import type { Metadata } from "next";
import Link from "next/link";
import { longDate } from "@/components/billing/format";
import { AcceptInvitation } from "@/components/billing/organization-controls";
import { Alert } from "@/components/ui/alert";
import { PageHeader } from "@/components/ui/page-header";
import { getViewer, signInUrl } from "@/lib/auth/guard";
import { peekInvitation } from "@/lib/organizations";

export const metadata: Metadata = { title: "Invitation" };

type Props = { searchParams: Promise<{ token?: string }> };

const STATUS_TEXT = {
  used: "This invitation has already been accepted. Each invitation works once.",
  expired: "This invitation has expired. Ask the organisation's owner to send a new one.",
  revoked: "The organisation's owner withdrew this invitation. Ask them for a new one if you still need it.",
  invalid: "This invitation link is not valid. Check that you opened the whole link from the e-mail.",
} as const;

/**
 * Where an invitation e-mail leads. Looking at the page never uses the
 * invitation; joining needs an account signed in with the invited address.
 */
export default async function AcceptInvitationPage({ searchParams }: Props) {
  const token = ((await searchParams).token ?? "").trim();
  const peek = token.length >= 16 && token.length <= 200 ? await peekInvitation(token) : ({ status: "invalid" } as const);
  if (peek.status !== "ok")
    return (
      <div className="max-w-prose" data-testid="invitation" data-status={peek.status}>
        <PageHeader title="This invitation cannot be used" />
        <Alert tone="error">{STATUS_TEXT[peek.status]}</Alert>
      </div>
    );
  const viewer = await getViewer();
  const here = `/invitations/accept?token=${encodeURIComponent(token)}`;
  const org = peek.organization.name;
  return (
    <div className="flex max-w-prose flex-col gap-4" data-testid="invitation" data-status="ok">
      <PageHeader
        title={`Join ${org}`}
        lead={`You are invited to take one of ${org}'s Institution seats on Rainprint: downloads, batch site lookups and the organisation's API access. The invitation is for ${peek.email} and is valid until ${longDate(peek.expiresAt)}.`}
      />
      {!viewer ? (
        <>
          <p>Sign in with {peek.email} to accept. No account yet? Create one with that address, confirm it from the e-mail we send, then open this invitation again.</p>
          <div className="flex flex-wrap gap-3">
            <Link href={signInUrl(here)} className="rounded bg-tarn-700 px-4 py-2 text-sm font-medium text-white hover:bg-tarn-800" data-testid="invitation-sign-in">
              Sign in to accept
            </Link>
            <Link href="/sign-up" className="rounded border border-ink-300 bg-white px-4 py-2 text-sm font-medium hover:bg-ink-50">
              Create an account
            </Link>
          </div>
        </>
      ) : viewer.email.toLowerCase() !== peek.email ? (
        <Alert tone="warn" title="Signed in with another address">
          You are signed in as {viewer.email}, but the invitation is for {peek.email}. Sign out and sign in with the invited address, or ask the owner to
          invite {viewer.email}.
        </Alert>
      ) : viewer.organizations.some((o) => o.slug === peek.organization.slug) ? (
        <Alert tone="info">
          You are already a member of {org}.{" "}
          <Link className="underline" href={`/organizations/${peek.organization.slug}`}>
            Open the organisation
          </Link>
        </Alert>
      ) : (
        <AcceptInvitation token={token} organization={org} />
      )}
    </div>
  );
}
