def head_index(node: Node, words: list[Word]) -> int:
    """Which child holds the lexical head (UD-style: content words head, aux/cop/case depend)."""
    kids = [(i, c) for i, c in enumerate(node.children) if c.toks()]
    if not kids:
        raise ScriptError(f"constituent without words: {node.label}")

    def first(cats: tuple[str, ...], from_right: bool = False) -> int | None:
        """The first (or last) daughter whose category is any of ``cats``."""
        seq = list(reversed(kids)) if from_right else kids
        return next((i for i, c in seq if c.cat in cats), None)

    def by_priority(cats: tuple[str, ...], from_right: bool = False) -> int | None:
        """The daughter of the earliest-listed category in ``cats``."""
        return next((hit for cat in cats if (hit := first((cat,), from_right)) is not None), None)

    cat = node.cat
    conjuncts = _conjuncts(node)
    if conjuncts:
        return node.children.index(conjuncts[0])
    if cat in ("S", "SQ", "SINV", "VP"):
        verb = _verb_child(node)
        vp = first(("VP",))
        prd = next((i for i, c in kids if "PRD" in c.tags), None)
        aux_like = verb is not None and (verb.cat in ("MD", "TO") or words[verb.tok].lemma in AUX_LEMMAS)
        if vp is not None and (verb is None or aux_like):
            return vp
        if prd is not None and verb is not None and words[verb.tok].lemma == "be":
            return prd
        if verb is not None:
            return node.children.index(verb)
        for cats in (("VP",), ("S", "SQ", "SBARQ"), ("INTJ",), ("NP", "ADJP", "ADVP", "PP", "FRAG")):
            hit = first(cats)
            if hit is not None:
                return hit
        return kids[0][0]
    if cat == "SBARQ":
        return first(("SQ", "S")) if first(("SQ", "S")) is not None else kids[0][0]
    if cat == "SBAR":
        hit = first(("S", "SQ", "SINV", "FRAG"))
        return hit if hit is not None else kids[-1][0]
    if cat == "PP":
        hit = first(("NP", "S", "SBAR", "ADVP", "ADJP", "PP"))
        return hit if hit is not None else kids[0][0]
    if cat in ("NP", "WHNP", "NX"):
        nps = [(i, c) for i, c in kids if c.cat == "NP" and not _possessor(c)]
        if nps and any(c.cat in ("PP", "SBAR", "S", "VP", "ADJP", "NP", "RRC") for i, c in kids if i > nps[0][0]):
            return nps[0][0]
        hit = first(("NN", "NNS", "NNP", "NNPS", "PRP", "EX", "CD", "QP", "NP", "WP", "NX"), from_right=True)
        if hit is None:
            hit = first(("JJ", "JJR", "JJS", "ADJP", "DT", "WDT", "RB"), from_right=True)
        return hit if hit is not None else kids[-1][0]
    table = {
        "ADJP": ("JJ", "JJR", "JJS", "ADJP", "VBN", "VBG"),
        "ADVP": ("RB", "RBR", "RBS", "ADVP", "WRB"),
        "WHADVP": ("WRB", "RB"),
        "WHADJP": ("JJ", "JJR", "RB"),
        "QP": ("CD",),
        "PRT": ("RP",),
        "INTJ": ("UH",),
        "PRN": ("S", "VP", "NP"),
        "FRAG": ("NP", "PP", "ADVP", "ADJP", "VP", "S", "SBAR", "INTJ"),
        "UCP": ("NP", "ADJP", "PP"),
    }
    if cat in table:
        hit = by_priority(table[cat], from_right=cat in ("ADJP", "ADVP", "WHADJP"))
        return hit if hit is not None else kids[0][0]
    return kids[0][0]                                       # EDITED and anything else: first


def _conjuncts(node: Node) -> list[Node]:
    """The conjuncts when ``node`` coordinates two or more daughters of its own category."""
    kids = [c for c in node.children if c.toks()]
    if not any(c.cat == "CC" for c in kids[1:]):
        return []
    same = [c for c in kids if c.cat == node.cat]
    return same if len(same) >= 2 else []


def _possessor(node: Node) -> bool:
    return node.cat == "NP" and node.children and node.children[-1].cat == "POS"


def _has_subject(node: Node) -> bool:
    return any("SBJ" in c.tags and c.toks() for c in node.children)


def relation(parent: Node, child: Node, head: Node, words: list[Word]) -> str:
    """The UD relation of ``child`` (a non-head daughter of ``parent``)."""
    if child.rel:
        return child.rel
    cat, pcat, tags = child.cat, parent.cat, child.tags
    if child.is_pre() and cat in PUNCT_TAGS:
        return "punct"
    if cat == "EDITED":
        return "reparandum"
    if cat in ("INTJ", "UH"):
        return "discourse"
    if "SBJ" in tags:
        if cat in ("S", "SBAR"):
            return "csubj"
        return "expl" if child.toks() and words[_lexhead(child, words)].xpos == "EX" else "nsubj"
    if "VOC" in tags:
        return "vocative"
    if cat == "PRN":
        return "parataxis"
    if cat == "CC":
        return "cc"
    if child.is_pre():
        lemma = words[child.tok].lemma
        if cat == "MD":
            return "aux"
        if cat == "TO":
            return "case" if pcat == "PP" else "mark"
        if cat.startswith("VB") and pcat in ("VP", "SQ", "S", "SINV"):
            return "cop" if "PRD" in head.tags else "aux"
        if cat in ("DT", "WDT", "PDT"):
            return "det"
        if cat in ("PRP$", "WP$"):
            return "nmod:poss"
        if cat == "POS":
            return "case"
        if cat in ("JJ", "JJR", "JJS", "VBN", "VBG"):
            return "amod" if pcat in ("NP", "WHNP") else "xcomp"
        if cat == "CD":
            return "flat" if pcat == "QP" else "nummod"
        if cat.startswith("NN"):
            return "compound" if child.tok < _lexhead(head, words) else "flat"
        if cat in ("RB", "RBR", "RBS", "WRB"):
            return "advmod"
        if cat == "IN":
            return "mark" if pcat == "SBAR" or lemma in SUBORDINATORS else "case"
        if cat == "RP":
            return "compound:prt"
        if cat == "EX":
            return "expl"
        raise ScriptError(f"no relation for {cat} under {pcat} ({words[child.tok].form})")
    if "TMP" in tags and cat == "NP":
        return "nmod:tmp" if pcat == "NP" else "obl:tmp"
    if cat == "NP":
        if _possessor(child):
            return "nmod:poss"
        if pcat in ("NP", "WHNP"):
            return "compound" if child.toks()[-1] < _lexhead(head, words) else "appos"
        if pcat in ("VP", "SQ"):
            objs = [c for c in parent.children if c.cat == "NP" and not c.tags and c.toks() and c is not head]
            return "iobj" if len(objs) > 1 and child is objs[0] else "obj"
        if "ADV" in tags:
            return "obl:npmod"
        return "obl:npmod" if pcat in ("S", "SINV", "FRAG", "ADVP", "ADJP") else "dep"
    if cat in ("PP", "WHPP"):
        return "nmod" if pcat in ("NP", "WHNP") else "obl"
    if cat in ("ADVP", "WHADVP"):
        return "advmod"
    if cat in ("ADJP", "WHADJP"):
        return "amod" if pcat in ("NP", "WHNP") else "xcomp"
    if cat in ("QP",):
        return "nummod"
    if cat == "PRT":
        return "compound:prt"
    if cat in ("S", "SQ", "SBARQ", "SINV"):
        if pcat in ("VP", "SQ"):
            return "ccomp" if _has_subject(child) else "xcomp"
        if pcat == "NP":
            return "acl"
        return "conj" if any(c.cat == "CC" for c in parent.children) else "parataxis"
    if cat == "SBAR":
        if pcat == "NP":
            return "acl:relcl"
        comp = next((c for c in child.children if c.is_pre() and c.cat == "IN"), None)
        if {"ADV", "TMP", "PRP"} & set(tags) or (comp is not None and words[comp.tok].lemma in SUBORDINATORS - {"if"}):
            return "advcl"
        return "ccomp"
    if cat == "VP":
        return "conj"
    if cat == "FRAG":
        return "parataxis"
    raise ScriptError(f"no relation for {child.label} under {parent.label}")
....................
What is expected:
Report every line above that has the string "await" in it.

Exercise result:
  const token = ((await searchParams).token ?? "").trim();
  const peek = token.length >= 16 && token.length <= 200 ? await peekInvitation(token) : ({ status: "invalid" } as const);
  const viewer = await getViewer();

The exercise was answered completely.